Source data:

**********

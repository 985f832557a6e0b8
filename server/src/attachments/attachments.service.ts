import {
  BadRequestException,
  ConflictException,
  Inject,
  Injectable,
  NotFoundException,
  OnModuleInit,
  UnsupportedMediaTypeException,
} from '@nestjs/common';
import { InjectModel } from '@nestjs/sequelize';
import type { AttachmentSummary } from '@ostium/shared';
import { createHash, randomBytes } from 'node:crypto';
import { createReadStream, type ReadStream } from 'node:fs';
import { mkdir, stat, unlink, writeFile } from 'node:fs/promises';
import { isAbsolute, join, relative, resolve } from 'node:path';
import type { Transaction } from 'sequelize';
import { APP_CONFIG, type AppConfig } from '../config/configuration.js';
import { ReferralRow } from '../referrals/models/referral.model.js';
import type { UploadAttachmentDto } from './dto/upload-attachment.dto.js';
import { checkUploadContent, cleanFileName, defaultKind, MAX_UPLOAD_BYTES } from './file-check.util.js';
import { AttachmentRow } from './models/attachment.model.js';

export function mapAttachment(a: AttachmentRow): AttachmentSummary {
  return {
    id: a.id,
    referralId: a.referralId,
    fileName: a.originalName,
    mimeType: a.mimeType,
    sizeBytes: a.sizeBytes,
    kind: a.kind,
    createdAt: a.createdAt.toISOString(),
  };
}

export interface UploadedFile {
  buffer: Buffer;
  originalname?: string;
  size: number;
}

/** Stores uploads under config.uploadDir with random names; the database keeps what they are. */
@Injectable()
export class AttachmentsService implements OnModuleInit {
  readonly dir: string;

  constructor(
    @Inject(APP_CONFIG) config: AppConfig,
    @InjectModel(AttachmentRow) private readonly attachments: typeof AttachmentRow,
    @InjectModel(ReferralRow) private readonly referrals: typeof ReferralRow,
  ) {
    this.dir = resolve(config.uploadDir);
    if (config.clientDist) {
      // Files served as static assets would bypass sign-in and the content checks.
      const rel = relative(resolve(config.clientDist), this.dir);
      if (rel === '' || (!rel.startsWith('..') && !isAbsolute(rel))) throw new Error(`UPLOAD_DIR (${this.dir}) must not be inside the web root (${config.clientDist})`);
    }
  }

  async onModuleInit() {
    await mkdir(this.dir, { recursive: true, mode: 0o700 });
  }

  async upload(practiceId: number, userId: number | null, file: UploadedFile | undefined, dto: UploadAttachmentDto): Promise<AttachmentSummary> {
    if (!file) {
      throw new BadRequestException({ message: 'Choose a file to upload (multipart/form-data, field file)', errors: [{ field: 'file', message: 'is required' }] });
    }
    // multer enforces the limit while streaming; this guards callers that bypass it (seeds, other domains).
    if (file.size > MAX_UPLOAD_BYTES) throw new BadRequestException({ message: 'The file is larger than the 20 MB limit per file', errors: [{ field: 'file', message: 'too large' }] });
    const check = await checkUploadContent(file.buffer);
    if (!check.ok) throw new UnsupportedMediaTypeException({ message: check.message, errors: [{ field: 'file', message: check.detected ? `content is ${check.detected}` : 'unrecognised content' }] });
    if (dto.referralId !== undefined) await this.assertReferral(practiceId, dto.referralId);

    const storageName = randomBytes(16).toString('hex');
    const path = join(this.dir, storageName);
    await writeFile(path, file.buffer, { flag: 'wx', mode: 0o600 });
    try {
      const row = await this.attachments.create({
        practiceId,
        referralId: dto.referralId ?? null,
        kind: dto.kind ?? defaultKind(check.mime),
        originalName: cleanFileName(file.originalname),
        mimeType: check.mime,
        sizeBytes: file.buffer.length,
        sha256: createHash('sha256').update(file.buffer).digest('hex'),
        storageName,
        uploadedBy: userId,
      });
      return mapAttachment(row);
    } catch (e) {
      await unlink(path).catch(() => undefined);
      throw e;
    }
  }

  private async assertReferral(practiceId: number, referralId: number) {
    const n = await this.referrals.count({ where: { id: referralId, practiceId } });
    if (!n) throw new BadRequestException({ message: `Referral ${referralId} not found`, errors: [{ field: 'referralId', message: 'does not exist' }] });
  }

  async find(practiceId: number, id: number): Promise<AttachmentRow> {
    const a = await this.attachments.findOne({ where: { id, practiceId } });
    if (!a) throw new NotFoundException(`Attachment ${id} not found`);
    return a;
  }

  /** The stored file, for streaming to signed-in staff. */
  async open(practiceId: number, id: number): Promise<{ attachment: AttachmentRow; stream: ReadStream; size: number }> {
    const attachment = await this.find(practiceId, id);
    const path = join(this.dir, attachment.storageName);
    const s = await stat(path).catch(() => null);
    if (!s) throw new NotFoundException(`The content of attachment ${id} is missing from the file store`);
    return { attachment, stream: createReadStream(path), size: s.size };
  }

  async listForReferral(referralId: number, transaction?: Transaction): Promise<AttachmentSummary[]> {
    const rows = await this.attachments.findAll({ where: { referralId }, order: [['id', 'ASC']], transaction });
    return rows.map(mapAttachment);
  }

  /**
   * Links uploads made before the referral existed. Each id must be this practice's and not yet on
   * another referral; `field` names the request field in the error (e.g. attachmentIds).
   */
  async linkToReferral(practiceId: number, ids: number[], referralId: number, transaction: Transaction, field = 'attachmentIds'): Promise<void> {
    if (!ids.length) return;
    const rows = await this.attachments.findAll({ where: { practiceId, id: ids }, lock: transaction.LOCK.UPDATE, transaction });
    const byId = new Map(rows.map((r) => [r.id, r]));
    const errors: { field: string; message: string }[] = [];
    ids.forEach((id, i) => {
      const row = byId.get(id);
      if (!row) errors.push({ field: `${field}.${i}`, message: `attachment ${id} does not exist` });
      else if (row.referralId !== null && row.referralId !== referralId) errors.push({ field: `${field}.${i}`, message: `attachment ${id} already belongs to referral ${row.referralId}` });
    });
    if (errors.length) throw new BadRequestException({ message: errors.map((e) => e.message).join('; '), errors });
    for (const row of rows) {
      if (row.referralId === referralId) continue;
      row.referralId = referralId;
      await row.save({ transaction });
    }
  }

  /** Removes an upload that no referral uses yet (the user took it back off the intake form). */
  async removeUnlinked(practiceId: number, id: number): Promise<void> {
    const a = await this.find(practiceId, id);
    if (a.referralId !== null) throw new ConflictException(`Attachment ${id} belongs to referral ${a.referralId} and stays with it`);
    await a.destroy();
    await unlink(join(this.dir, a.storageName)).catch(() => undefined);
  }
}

**********

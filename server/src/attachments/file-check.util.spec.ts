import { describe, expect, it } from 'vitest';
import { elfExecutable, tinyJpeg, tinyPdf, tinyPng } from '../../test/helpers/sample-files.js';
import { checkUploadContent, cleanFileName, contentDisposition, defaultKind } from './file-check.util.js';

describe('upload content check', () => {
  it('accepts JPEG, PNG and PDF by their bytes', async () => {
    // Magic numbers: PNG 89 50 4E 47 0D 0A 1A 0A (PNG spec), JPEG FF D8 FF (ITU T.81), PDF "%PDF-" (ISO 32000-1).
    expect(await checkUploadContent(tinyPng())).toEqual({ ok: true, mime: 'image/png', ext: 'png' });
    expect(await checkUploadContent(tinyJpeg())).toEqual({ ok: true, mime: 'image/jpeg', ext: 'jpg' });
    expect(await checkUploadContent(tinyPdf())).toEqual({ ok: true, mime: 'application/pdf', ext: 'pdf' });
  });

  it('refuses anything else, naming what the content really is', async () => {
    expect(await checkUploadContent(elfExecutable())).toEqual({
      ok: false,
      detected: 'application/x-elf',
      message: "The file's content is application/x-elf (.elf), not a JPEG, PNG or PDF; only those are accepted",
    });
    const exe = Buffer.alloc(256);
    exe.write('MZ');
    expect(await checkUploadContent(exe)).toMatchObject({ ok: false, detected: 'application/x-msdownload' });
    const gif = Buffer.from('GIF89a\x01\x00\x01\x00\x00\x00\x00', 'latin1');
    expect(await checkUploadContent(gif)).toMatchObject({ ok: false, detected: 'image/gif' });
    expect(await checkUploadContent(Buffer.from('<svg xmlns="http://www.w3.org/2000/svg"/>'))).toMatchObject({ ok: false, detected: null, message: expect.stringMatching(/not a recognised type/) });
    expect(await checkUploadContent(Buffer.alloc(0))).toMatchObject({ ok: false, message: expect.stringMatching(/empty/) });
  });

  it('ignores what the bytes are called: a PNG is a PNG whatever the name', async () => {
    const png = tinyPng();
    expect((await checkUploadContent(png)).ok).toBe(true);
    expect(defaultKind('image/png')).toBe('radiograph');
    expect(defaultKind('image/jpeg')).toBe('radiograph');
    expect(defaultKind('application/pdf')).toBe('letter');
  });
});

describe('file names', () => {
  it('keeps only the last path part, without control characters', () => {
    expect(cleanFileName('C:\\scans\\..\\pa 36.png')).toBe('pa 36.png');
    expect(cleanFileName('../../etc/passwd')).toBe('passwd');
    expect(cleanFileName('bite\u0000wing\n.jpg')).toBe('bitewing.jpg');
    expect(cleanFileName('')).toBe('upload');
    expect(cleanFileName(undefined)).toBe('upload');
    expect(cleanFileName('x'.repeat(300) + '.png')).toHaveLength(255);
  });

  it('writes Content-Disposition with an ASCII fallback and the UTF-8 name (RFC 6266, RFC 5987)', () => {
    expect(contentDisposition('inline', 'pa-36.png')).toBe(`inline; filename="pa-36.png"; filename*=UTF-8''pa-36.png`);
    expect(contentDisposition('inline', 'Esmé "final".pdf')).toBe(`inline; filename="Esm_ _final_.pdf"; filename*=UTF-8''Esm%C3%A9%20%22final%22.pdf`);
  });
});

**********

* _TASK GOAL_
Look above for the line holding "Magic numbers: PNG", then set down exactly that line and every line after it up to and including the line holding "null, message: expect.stringMatching(/not", with nothing else.

* _EXERCISE RESPONSE_
    // Magic numbers: PNG 89 50 4E 47 0D 0A 1A 0A (PNG spec), JPEG FF D8 FF (ITU T.81), PDF "%PDF-" (ISO 32000-1).
    expect(await checkUploadContent(tinyPng())).toEqual({ ok: true, mime: 'image/png', ext: 'png' });
    expect(await checkUploadContent(tinyJpeg())).toEqual({ ok: true, mime: 'image/jpeg', ext: 'jpg' });
    expect(await checkUploadContent(tinyPdf())).toEqual({ ok: true, mime: 'application/pdf', ext: 'pdf' });
  });

  it('refuses anything else, naming what the content really is', async () => {
    expect(await checkUploadContent(elfExecutable())).toEqual({
      ok: false,
      detected: 'application/x-elf',
      message: "The file's content is application/x-elf (.elf), not a JPEG, PNG or PDF; only those are accepted",
    });
    const exe = Buffer.alloc(256);
    exe.write('MZ');
    expect(await checkUploadContent(exe)).toMatchObject({ ok: false, detected: 'application/x-msdownload' });
    const gif = Buffer.from('GIF89a\x01\x00\x01\x00\x00\x00\x00', 'latin1');
    expect(await checkUploadContent(gif)).toMatchObject({ ok: false, detected: 'image/gif' });
    expect(await checkUploadContent(Buffer.from('<svg xmlns="http://www.w3.org/2000/svg"/>'))).toMatchObject({ ok: false, detected: null, message: expect.stringMatching(/not a recognised type/) });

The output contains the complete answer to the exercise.